Global variable design

Weak table is “The global weak References table”. So how does this “global” work? Weak_table is held by the SideTable, which is held by the global SideTables. So why do we need to do this? In my opinion, it should be for storage and search efficiency considerations. After all, if all the weak variables are stored in a weak table, the burden of the weak table will be a little heavy.

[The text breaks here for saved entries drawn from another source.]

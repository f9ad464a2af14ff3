import { horizontalNorm, norm } from '../geometry/vector.js';
import type { Leg } from '../network/legs.js';
import type { Project, ProjectNode } from '../model/projectSchema.js';
import type { CaseThrust } from '../thrust/fittingThrust.js';
import { value, type CalcStep, type RecordValue } from './calcRecord.js';

const MOMENTUM =
  'Steady momentum balance on the fitting (linear momentum equation; e.g. White, "Fluid Mechanics", ch. 3)';

/** The calculation record of the governing case's thrust: pressure at the node, then the balance. */
export function thrustSteps(
  project: Project,
  node: ProjectNode,
  legs: readonly Leg[],
  governing: CaseThrust,
): CalcStep[] {
  const loadCase = project.loadCases.find((c) => c.id === governing.caseId)!;
  const steps: CalcStep[] = [];
  const caseName = loadCase.label ?? loadCase.id;
  if (loadCase.datumElevation !== undefined) {
    steps.push({
      title: `Pressure at the fitting, case "${caseName}"`,
      formula: 'p = p_case + ρ·g·(z_datum − z)',
      inputs: [
        value('p_case', 'case pressure at its datum', loadCase.pressure, 'pressure', 'load case'),
        value('z_datum', 'datum elevation', loadCase.datumElevation, 'elevation', 'load case'),
        value('z', 'pipe centreline elevation at the node', node.elevation, 'elevation', 'node'),
        value('ρ', 'water density', project.water.density, 'density', 'project'),
      ],
      result: value('p', 'gauge pressure at the node', governing.pressure, 'pressure', 'computed'),
      reference: 'Hydrostatics, standard gravity g = 9.80665 m/s²',
    });
  }
  const flowing = governing.closedAgainst === null;
  const areaInputs: RecordValue[] = legs.map((l) =>
    value(
      `A(${l.pipe.id})`,
      `thrust area of ${l.pipe.id} (${project.design.thrustArea} diameter)`,
      l.thrustArea,
      'area',
      'pipe',
    ),
  );
  const flowInputs: RecordValue[] = legs.flatMap((l) => [
    value(`a(${l.pipe.id})`, `flow area of ${l.pipe.id}`, l.flowArea, 'area', 'pipe'),
    value(
      `Q(${l.pipe.id})`,
      `outflow along ${l.pipe.id} × flow factor`,
      flowing ? l.outflow * loadCase.flowFactor : 0,
      'flow',
      flowing ? 'pipe × case' : 'valve closed',
    ),
  ]);
  steps.push({
    title: `Static thrust, case "${caseName}"`,
    formula: governing.closedAgainst
      ? `F_s = −p·A·n on the side of ${governing.closedAgainst} (valve closed)`
      : 'F_s = −Σ p·A_i·n_i',
    inputs: [value('p', 'gauge pressure at the node', governing.pressure, 'pressure', 'computed'), ...areaInputs],
    result: value('|F_s|', 'static thrust', norm(governing.static), 'force', 'computed'),
    reference: MOMENTUM,
  });
  steps.push({
    title: 'Dynamic thrust',
    formula: 'F_d = −Σ ρ·Q_i²/a_i·n_i',
    inputs: [value('ρ', 'water density', project.water.density, 'density', 'project'), ...flowInputs],
    result: value('|F_d|', 'dynamic (momentum) thrust', norm(governing.dynamic), 'force', 'computed'),
    reference: MOMENTUM,
  });
  steps.push({
    title: 'Total thrust on the fitting',
    formula: 'F = F_s + F_d',
    inputs: [
      value('F_h', 'horizontal part', horizontalNorm(governing.total), 'force', 'computed'),
      value('F_z', 'vertical part (up +)', governing.total[2], 'force', 'computed'),
    ],
    result: value('|F|', 'total thrust', norm(governing.total), 'force', 'computed'),
    reference: MOMENTUM,
  });
  return steps;
}
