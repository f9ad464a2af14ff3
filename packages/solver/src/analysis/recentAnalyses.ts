import type { Project } from '../model/projectSchema.js';
import type { Analysis } from './analyse.js';

/**
 * How many documents' analyses `analyse` keeps: the one shown, the one a slider gesture started from,
 * and the few an undo or a redo steps back to. A memo keyed weakly by the document kept the analysis of
 * every document the undo history holds — about 1 MB per edit at 1,000 fittings, 200 edits deep — and
 * every collection the browser made marked all of it. An older document's analysis is made again from
 * the current one if it comes back (`analyseNext`: the same numbers).
 */
export const RECENT_ANALYSES = 8;

/** The analyses of the last documents asked for, the least recently used first (a Map keeps its order). */
const kept = new Map<Project, Analysis>();

/** The analysis kept for `project`, now the most recently used, or undefined. */
export function recentAnalysis(project: Project): Analysis | undefined {
  const found = kept.get(project);
  if (found) keepAnalysis(project, found);
  return found;
}

/** Keeps `analysis` for `project`, letting the least recently used go beyond RECENT_ANALYSES. */
export function keepAnalysis(project: Project, analysis: Analysis): void {
  kept.delete(project);
  kept.set(project, analysis);
  if (kept.size > RECENT_ANALYSES) kept.delete(kept.keys().next().value!);
}
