import type { Dimension } from '../units/conversions.js';
import type { ProvenanceId } from '../provenance/register.js';

/** One named value in a calculation, SI inside; the front ends format it in display units. */
export interface RecordValue {
  symbol: string;
  label: string;
  /** SI value */
  value: number;
  dimension: Dimension;
  /** where the value comes from: the project, a table, a default, or "computed" */
  source?: string;
}

/** One step of a fitting's calculation: the formula, what went in, what came out. */
export interface CalcStep {
  title: string;
  formula: string;
  inputs: RecordValue[];
  result: RecordValue;
  /** the published source of the formula */
  reference: string;
}

/**
 * A step as the sizing writes it when its formula is a register entry: the reference (the entry's words,
 * "not verified against …" where it was not read in its source) is worded when the record is read
 * (analysis/calculationRecord.ts), so that sizing never loads the register's words.
 */
export type RegisterStep = Omit<CalcStep, 'reference'> & { basis: ProvenanceId };

/** A step of the record as the sizing writes it. */
export type SizingStep = CalcStep | RegisterStep;

export const value = (symbol: string, label: string, v: number, dimension: Dimension, source?: string): RecordValue =>
  source === undefined ? { symbol, label, value: v, dimension } : { symbol, label, value: v, dimension, source };
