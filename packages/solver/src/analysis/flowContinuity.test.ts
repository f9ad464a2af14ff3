import { describe, it, expect } from 'vitest';
import { readFileSync } from 'node:fs';
import { fileURLToPath } from 'node:url';
import { analyse } from './analyse.js';
import { parseProject } from '../model/parseProject.js';
import { route } from '../../test/projectBuilder.js';

const found = (p: ReturnType<typeof route>, node: string, code: string) =>
  analyse(p)
    .byNode.get(node)!
    .diagnostics.find((d) => d.code === code);

describe('water in equals water out (continuity)', () => {
  it('finds no imbalance on the demo, whose flows were laid out to balance', () => {
    const demo = parseProject(
      JSON.parse(
        readFileSync(fileURLToPath(new URL('../../../../public/demo/larkspur-rise.json', import.meta.url)), 'utf8'),
      ),
    );
    expect(demo.ok).toBe(true);
    if (!demo.ok) return;
    for (const f of analyse(demo.project).fittings)
      expect(f.diagnostics.filter((d) => d.code === 'flow.unbalanced' || d.code === 'flow.into-cap')).toEqual([]);
  });

  it('warns of a flow into a cap and of a tee whose flows do not add up', () => {
    const p = route({
      nodes: [
        { id: 'a', x: 0, y: 0, end: 'tie-in' },
        { id: 't', x: 10, y: 0 },
        { id: 'b', x: 20, y: 0 },
        { id: 'c', x: 10, y: 10, end: 'tie-in' },
      ],
      pipes: [
        { from: 'a', to: 't', od: 0.222, flow: 0.05 },
        { from: 't', to: 'b', od: 0.222, flow: 0.02 },
        { from: 't', to: 'c', od: 0.17, flow: 0.01 },
      ],
    });
    // Continuity by hand: 0.05 m³/s in at t, 0.02 + 0.01 out, so 0.02 m³/s more arrives than leaves.
    expect(found(p, 'b', 'flow.into-cap')?.values.flow).toBeCloseTo(0.02, 12);
    expect(found(p, 't', 'flow.unbalanced')?.values.net).toBeCloseTo(-0.02, 12);
  });
});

Let’s take a look at how SideTables is implemented:

// We cannot use a C++ static initializer to initialize SideTables because
// libc calls us before our C++ initializers run. We also don't want a global 
// pointer to this struct because of the extra indirection.
// Do it the hard way.
alignas(StripedMap<SideTable>) static uint8_t 
    SideTableBuf[sizeof(StripedMap<SideTable>)];

static void SideTableInit(a) {
    new (SideTableBuf) StripedMap<SideTable>();
}

static StripedMap<SideTable>& SideTables() {
    return *reinterpret_cast<StripedMap<SideTable>*>(SideTableBuf);
}
Copy the code

First use alignAS and there’s a description of alignAS. In addition, the initialization function is also special, as explained in the comments here. The loading order of the original library also affects the implementation of the code. Here we have a new type, StripedMap. What data type is this? StripedMap is a detailed implementation of a simplified Hash map.stripedMap, but I won’t expand it here, so you can go to objc-private.h. Here’s a detail:

enum { CacheLineSize = 64 };

// StripedMap<T> is a map of void* -> T, sized appropriately 
// for cache-friendly lock striping. 
// For example, this may be used as StripedMap<spinlock_t>
// or as StripedMap<SomeStruct> where SomeStruct stores a spin lock.
template<typename T>
class StripedMap {
#ifTARGET_OS_IPHONE && ! TARGET_OS_SIMULATOR
    enum { StripeCount = 8 };
#else
    enum { StripeCount = 64 };
#endif

    struct PaddedT {
        T value alignas(CacheLineSize);
    };
    // omit N lines of code here...
}
Copy the code

The size of the iPhone is currently 8 CacheLineSize, and the SideTable is stored in different areas. So how do you tell which region an object ends up in? Again by bit operations and mod:

static unsigned int indexForPointer(const void *p) {
	uintptr_t addr = reinterpret_cast<uintptr_t>(p);
	return ((addr >> 4) ^ (addr >> 9)) % StripeCount;
}
Copy the code

Let’s see how it works:

// Get a SideTable from SideTables
table = &SideTables()[obj];

template<typename T>
class StripedMap {
  // omit N lines of code here...
  // Actually call the code
 public:
    T& operator[] (const void *p) { 
        return array[indexForPointer(p)].value; 
    }
    const T& operator[] (const void *p) const { 
        return const_cast<StripedMap<T>>(this)[p]; 
    }
  // omit N lines of code here...
};
Copy the code

Here we have some knowledge of a global storage data structure, and we can learn from similar implementations, such as thread-safe design, data storage structure design, and so on.

conclusion

Of course, this is only a summary of the analysis of the weak implementation of some of the source code, the entire nsobjject. Mm file implementation is still very complex, including a lot of C/C++ implementation skills (such as the use of templates are more, can be carefully studied later), there are also a lot of subtle design. You should spend more time studying, not just for the interview. In addition, when learning the source code, each reading will have a different harvest, but also can put aside the language level to think about the general design, are very interesting.